◆ **WHAT TO DO**: Find the string "readonly" in the entries and copy each line that has it.

◆ **RECORDED DATA**:
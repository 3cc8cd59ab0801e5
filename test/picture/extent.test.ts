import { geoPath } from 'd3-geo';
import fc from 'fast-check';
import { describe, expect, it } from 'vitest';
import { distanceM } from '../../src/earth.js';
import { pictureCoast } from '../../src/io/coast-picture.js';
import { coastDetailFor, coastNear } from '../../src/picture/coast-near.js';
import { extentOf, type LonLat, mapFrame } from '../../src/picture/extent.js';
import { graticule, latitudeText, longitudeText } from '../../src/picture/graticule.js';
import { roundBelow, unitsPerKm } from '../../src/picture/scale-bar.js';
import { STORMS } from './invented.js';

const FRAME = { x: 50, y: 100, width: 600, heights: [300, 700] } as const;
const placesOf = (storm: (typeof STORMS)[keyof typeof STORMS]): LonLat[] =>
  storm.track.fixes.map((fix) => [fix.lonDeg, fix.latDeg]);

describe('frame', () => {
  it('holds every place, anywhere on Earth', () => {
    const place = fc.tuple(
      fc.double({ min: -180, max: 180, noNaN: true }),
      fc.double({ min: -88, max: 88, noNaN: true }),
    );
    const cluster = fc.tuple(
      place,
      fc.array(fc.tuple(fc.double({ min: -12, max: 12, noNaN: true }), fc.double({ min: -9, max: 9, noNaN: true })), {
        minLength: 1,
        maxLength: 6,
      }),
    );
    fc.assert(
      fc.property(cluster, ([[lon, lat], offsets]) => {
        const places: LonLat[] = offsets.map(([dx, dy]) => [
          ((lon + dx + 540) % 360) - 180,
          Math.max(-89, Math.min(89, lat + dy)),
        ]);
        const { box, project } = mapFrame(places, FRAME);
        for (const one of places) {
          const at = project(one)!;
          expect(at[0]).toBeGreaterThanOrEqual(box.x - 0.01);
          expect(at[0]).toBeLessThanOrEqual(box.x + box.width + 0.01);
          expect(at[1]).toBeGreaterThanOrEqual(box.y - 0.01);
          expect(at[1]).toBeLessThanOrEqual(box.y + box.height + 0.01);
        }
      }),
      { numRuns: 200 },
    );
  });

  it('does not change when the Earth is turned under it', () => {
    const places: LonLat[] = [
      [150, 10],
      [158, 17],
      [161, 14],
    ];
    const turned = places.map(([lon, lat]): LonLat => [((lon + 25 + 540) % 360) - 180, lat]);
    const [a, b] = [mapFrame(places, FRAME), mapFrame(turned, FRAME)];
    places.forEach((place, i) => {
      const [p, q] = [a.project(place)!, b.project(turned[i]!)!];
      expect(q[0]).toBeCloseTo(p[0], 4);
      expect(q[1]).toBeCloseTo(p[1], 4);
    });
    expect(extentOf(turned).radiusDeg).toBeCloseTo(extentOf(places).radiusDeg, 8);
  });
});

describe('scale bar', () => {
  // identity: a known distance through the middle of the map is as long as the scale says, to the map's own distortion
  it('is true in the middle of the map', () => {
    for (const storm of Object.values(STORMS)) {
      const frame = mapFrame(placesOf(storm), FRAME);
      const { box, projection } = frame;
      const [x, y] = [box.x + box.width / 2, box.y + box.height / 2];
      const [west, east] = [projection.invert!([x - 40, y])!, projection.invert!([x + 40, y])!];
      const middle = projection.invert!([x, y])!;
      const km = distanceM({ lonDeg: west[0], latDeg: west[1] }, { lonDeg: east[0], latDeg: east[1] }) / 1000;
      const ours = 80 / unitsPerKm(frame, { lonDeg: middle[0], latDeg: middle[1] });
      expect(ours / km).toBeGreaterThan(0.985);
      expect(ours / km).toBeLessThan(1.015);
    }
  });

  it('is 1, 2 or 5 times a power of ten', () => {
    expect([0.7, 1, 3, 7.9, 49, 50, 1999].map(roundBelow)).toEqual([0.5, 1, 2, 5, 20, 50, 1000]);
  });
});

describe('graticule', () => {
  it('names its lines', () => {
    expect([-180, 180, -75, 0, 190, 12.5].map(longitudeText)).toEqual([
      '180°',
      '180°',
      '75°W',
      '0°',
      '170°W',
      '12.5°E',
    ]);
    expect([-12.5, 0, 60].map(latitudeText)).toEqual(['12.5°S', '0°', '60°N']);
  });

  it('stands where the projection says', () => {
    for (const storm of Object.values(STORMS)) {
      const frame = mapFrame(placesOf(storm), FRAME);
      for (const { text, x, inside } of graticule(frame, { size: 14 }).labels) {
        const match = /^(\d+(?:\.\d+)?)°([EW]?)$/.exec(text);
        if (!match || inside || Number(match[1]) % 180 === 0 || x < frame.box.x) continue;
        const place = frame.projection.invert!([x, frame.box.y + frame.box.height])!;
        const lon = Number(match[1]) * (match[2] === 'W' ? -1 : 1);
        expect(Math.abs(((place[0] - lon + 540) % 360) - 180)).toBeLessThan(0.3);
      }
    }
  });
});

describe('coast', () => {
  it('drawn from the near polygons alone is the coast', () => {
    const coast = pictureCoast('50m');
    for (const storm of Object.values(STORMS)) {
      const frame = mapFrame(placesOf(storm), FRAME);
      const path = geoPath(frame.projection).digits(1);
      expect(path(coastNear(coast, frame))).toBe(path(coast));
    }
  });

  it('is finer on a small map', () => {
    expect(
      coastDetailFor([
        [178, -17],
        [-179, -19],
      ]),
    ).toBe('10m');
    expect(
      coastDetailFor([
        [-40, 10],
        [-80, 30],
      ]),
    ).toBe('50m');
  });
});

--

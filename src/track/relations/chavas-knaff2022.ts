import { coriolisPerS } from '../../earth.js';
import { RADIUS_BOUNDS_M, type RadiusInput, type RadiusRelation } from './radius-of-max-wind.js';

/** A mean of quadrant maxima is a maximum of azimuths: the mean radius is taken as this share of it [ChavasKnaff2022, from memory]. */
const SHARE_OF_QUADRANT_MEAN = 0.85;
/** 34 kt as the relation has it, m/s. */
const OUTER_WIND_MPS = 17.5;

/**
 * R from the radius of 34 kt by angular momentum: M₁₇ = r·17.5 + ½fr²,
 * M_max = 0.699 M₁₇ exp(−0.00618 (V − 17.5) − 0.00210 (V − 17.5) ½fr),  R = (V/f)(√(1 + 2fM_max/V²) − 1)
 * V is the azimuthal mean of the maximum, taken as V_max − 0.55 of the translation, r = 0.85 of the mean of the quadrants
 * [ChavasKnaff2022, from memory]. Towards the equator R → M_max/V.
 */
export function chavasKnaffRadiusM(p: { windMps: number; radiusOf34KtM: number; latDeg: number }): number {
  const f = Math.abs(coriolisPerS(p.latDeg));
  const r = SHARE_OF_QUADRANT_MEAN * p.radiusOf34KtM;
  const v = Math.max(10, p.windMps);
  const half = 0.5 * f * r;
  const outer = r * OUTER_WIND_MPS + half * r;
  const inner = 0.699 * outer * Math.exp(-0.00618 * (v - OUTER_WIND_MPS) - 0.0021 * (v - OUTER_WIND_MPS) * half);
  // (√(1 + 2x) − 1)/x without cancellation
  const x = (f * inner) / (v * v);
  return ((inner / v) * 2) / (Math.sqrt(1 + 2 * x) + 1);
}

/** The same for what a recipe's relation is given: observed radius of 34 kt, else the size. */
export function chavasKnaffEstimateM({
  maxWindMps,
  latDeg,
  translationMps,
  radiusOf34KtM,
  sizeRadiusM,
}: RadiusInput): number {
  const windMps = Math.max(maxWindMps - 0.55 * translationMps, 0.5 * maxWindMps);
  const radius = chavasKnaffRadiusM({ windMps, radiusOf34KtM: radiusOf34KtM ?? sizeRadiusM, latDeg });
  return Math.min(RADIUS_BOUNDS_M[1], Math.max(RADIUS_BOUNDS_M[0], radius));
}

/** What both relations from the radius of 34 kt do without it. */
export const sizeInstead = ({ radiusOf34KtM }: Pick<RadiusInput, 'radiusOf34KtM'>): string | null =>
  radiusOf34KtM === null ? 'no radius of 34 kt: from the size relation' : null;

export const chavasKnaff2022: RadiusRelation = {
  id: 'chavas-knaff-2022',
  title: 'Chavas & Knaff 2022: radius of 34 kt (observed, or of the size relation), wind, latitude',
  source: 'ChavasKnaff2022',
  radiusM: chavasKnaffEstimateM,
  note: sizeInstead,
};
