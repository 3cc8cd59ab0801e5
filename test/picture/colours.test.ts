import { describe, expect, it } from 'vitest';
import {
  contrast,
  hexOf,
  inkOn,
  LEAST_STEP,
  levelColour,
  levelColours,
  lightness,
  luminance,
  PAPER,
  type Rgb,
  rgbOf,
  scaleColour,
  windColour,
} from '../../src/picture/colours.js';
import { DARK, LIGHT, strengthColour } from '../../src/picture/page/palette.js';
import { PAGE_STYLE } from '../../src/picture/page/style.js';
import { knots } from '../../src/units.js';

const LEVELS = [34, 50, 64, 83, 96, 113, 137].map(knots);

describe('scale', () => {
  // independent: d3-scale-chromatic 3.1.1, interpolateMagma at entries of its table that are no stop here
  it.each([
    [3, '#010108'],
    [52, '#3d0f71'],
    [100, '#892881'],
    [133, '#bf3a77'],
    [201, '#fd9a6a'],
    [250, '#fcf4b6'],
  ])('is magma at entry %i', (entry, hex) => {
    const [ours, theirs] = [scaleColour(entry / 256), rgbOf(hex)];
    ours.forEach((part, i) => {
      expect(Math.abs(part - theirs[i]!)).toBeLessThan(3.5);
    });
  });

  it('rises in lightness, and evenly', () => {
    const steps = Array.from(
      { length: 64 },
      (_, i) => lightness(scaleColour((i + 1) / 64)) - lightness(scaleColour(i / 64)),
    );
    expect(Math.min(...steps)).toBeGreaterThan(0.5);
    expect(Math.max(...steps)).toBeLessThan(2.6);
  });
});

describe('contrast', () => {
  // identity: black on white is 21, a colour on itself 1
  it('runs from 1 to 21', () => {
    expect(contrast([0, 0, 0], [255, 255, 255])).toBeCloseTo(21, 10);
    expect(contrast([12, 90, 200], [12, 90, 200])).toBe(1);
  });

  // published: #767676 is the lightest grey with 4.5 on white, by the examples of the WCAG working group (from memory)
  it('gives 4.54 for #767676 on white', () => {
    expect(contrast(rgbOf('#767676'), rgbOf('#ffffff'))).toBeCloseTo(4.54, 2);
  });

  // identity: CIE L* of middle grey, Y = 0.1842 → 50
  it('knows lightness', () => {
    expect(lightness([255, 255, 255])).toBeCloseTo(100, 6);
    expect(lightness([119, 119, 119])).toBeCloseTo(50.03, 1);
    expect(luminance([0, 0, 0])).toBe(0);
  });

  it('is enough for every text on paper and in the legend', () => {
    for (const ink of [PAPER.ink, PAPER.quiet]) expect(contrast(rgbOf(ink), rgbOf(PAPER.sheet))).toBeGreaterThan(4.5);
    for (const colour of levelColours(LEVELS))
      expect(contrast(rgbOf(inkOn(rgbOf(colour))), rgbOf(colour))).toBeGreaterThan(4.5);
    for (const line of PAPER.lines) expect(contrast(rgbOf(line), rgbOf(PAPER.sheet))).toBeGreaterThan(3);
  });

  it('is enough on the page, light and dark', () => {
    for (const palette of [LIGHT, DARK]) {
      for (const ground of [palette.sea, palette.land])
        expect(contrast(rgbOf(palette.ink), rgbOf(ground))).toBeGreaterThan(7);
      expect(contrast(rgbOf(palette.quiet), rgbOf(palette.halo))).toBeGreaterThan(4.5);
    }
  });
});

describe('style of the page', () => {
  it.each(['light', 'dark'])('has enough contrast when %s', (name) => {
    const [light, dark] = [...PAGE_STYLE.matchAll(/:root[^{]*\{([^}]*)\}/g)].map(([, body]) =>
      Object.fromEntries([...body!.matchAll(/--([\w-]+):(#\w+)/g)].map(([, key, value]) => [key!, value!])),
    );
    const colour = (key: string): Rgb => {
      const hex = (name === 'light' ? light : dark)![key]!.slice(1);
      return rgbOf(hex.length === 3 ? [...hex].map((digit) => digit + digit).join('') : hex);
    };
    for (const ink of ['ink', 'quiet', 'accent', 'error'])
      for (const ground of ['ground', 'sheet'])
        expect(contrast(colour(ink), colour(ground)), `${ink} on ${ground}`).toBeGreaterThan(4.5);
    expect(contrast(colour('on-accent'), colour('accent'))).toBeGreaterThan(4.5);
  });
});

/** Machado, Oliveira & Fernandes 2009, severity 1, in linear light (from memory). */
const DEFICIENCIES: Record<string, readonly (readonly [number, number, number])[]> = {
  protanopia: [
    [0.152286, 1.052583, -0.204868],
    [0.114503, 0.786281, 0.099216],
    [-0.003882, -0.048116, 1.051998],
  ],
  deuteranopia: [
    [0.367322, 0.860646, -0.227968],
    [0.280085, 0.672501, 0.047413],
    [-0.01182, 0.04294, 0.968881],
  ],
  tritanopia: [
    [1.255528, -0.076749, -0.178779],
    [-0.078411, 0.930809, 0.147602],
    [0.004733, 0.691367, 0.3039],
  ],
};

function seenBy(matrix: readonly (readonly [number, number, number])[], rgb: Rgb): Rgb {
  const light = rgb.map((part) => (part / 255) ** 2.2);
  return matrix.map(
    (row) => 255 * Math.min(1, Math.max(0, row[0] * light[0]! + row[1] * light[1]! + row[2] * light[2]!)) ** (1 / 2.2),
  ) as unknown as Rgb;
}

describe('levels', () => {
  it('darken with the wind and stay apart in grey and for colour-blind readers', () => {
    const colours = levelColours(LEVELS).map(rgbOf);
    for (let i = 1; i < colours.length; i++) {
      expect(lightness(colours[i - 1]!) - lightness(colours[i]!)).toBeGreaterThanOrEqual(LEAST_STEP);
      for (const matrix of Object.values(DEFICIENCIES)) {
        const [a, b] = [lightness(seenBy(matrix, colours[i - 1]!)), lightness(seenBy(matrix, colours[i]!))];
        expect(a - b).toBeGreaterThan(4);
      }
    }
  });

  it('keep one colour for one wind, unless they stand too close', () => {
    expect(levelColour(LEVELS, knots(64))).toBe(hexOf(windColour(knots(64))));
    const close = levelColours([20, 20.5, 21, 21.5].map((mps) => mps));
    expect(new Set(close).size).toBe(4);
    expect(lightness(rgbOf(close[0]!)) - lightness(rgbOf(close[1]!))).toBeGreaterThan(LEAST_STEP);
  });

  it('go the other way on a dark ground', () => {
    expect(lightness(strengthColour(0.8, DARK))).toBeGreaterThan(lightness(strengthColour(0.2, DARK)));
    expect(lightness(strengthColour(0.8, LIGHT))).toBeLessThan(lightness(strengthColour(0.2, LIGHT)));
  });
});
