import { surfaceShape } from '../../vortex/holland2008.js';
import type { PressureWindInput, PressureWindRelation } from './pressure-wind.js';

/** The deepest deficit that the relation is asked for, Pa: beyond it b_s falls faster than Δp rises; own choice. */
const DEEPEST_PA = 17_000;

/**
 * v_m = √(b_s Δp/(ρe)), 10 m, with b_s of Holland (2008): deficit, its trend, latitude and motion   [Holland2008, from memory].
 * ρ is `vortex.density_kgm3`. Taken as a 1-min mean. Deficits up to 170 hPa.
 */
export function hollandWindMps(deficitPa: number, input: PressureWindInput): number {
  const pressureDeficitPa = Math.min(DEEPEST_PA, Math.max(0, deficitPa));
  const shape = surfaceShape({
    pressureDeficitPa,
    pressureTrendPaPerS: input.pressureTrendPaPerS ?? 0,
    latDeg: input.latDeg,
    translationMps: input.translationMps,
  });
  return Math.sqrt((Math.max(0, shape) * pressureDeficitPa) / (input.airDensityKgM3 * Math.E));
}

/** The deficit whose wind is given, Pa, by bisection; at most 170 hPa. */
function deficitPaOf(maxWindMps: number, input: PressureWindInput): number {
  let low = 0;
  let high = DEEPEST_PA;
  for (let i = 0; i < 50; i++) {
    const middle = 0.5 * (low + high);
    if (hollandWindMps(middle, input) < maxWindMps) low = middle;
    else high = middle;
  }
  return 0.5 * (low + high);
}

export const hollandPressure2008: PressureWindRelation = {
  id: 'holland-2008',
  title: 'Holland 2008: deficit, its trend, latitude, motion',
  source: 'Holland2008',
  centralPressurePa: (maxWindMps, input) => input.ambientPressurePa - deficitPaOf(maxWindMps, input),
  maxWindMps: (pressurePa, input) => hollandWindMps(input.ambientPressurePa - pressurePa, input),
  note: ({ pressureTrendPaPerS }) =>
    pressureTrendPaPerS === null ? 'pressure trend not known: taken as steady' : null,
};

◆ **RESULT FOR THIS EXERCISE**:
const DEFICIENCIES: Record<string, readonly (readonly [number, number, number])[]> = {
function seenBy(matrix: readonly (readonly [number, number, number])[], rgb: Rgb): Rgb {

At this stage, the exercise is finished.